| INFORMATION GIVEN |
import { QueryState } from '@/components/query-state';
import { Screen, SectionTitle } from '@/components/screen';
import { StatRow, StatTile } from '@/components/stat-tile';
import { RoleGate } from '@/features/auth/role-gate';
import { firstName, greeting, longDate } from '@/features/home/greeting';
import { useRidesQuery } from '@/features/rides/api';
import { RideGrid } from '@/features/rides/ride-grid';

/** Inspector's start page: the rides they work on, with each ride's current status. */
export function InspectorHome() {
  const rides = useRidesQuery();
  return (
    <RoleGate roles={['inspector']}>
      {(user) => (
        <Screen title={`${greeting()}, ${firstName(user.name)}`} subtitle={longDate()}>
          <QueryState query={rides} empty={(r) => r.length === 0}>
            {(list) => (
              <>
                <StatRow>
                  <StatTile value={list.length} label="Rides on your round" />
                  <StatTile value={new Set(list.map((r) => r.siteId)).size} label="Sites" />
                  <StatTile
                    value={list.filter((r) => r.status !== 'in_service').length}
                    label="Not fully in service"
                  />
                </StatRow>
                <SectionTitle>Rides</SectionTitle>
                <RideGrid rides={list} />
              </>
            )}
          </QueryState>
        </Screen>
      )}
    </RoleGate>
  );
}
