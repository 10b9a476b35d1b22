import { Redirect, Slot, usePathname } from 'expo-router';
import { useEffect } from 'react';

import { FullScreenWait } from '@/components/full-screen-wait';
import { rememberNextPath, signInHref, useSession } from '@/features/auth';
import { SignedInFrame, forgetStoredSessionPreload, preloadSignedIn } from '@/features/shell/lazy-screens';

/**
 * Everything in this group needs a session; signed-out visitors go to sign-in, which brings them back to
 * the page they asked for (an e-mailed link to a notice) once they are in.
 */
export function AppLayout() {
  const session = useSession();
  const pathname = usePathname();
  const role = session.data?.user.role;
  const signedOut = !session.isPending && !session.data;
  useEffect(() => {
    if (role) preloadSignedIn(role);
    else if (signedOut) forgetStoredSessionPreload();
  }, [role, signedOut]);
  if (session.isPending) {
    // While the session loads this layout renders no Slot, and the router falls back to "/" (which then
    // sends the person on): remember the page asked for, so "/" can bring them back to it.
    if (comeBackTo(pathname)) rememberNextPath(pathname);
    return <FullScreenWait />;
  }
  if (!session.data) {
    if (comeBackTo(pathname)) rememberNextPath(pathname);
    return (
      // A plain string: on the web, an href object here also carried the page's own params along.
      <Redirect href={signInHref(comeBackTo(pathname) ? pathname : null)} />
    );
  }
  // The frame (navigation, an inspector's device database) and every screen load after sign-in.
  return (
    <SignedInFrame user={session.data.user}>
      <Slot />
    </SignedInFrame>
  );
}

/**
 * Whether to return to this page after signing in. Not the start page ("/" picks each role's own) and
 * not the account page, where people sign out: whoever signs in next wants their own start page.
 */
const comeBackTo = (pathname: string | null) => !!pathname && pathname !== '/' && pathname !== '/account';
--
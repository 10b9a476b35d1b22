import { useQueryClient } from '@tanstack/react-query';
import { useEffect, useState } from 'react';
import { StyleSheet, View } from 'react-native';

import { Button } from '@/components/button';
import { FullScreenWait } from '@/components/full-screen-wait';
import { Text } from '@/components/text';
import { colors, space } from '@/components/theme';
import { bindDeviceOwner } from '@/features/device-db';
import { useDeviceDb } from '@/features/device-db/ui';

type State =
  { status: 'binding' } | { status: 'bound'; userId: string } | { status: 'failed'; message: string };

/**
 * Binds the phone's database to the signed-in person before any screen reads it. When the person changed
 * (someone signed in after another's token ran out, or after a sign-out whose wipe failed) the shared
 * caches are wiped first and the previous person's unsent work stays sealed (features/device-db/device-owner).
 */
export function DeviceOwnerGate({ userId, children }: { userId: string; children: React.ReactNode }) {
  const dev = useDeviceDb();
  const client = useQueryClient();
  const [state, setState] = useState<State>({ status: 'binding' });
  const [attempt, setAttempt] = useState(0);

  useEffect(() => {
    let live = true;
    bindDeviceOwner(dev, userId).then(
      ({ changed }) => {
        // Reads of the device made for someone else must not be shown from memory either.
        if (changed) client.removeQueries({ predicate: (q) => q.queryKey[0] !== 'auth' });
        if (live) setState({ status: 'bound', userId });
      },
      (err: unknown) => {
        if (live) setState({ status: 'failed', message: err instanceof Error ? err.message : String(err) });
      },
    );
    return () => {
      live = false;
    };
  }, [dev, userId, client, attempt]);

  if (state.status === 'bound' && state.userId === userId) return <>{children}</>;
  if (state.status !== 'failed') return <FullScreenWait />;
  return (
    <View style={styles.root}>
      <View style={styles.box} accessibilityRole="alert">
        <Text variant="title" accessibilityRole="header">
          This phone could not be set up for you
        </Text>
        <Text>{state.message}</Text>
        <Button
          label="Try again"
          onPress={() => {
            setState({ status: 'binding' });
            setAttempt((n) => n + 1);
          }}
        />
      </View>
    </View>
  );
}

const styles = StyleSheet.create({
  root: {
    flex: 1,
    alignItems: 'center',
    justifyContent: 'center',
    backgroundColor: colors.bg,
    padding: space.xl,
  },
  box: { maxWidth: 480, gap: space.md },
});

| DIRECTIONS FOR THIS TASK |
Using the material above, return each line in which the word "longDate" occurs.

| RESULT OF THE TASK |
import { firstName, greeting, longDate } from '@/features/home/greeting';
        <Screen title={`${greeting()}, ${firstName(user.name)}`} subtitle={longDate()}>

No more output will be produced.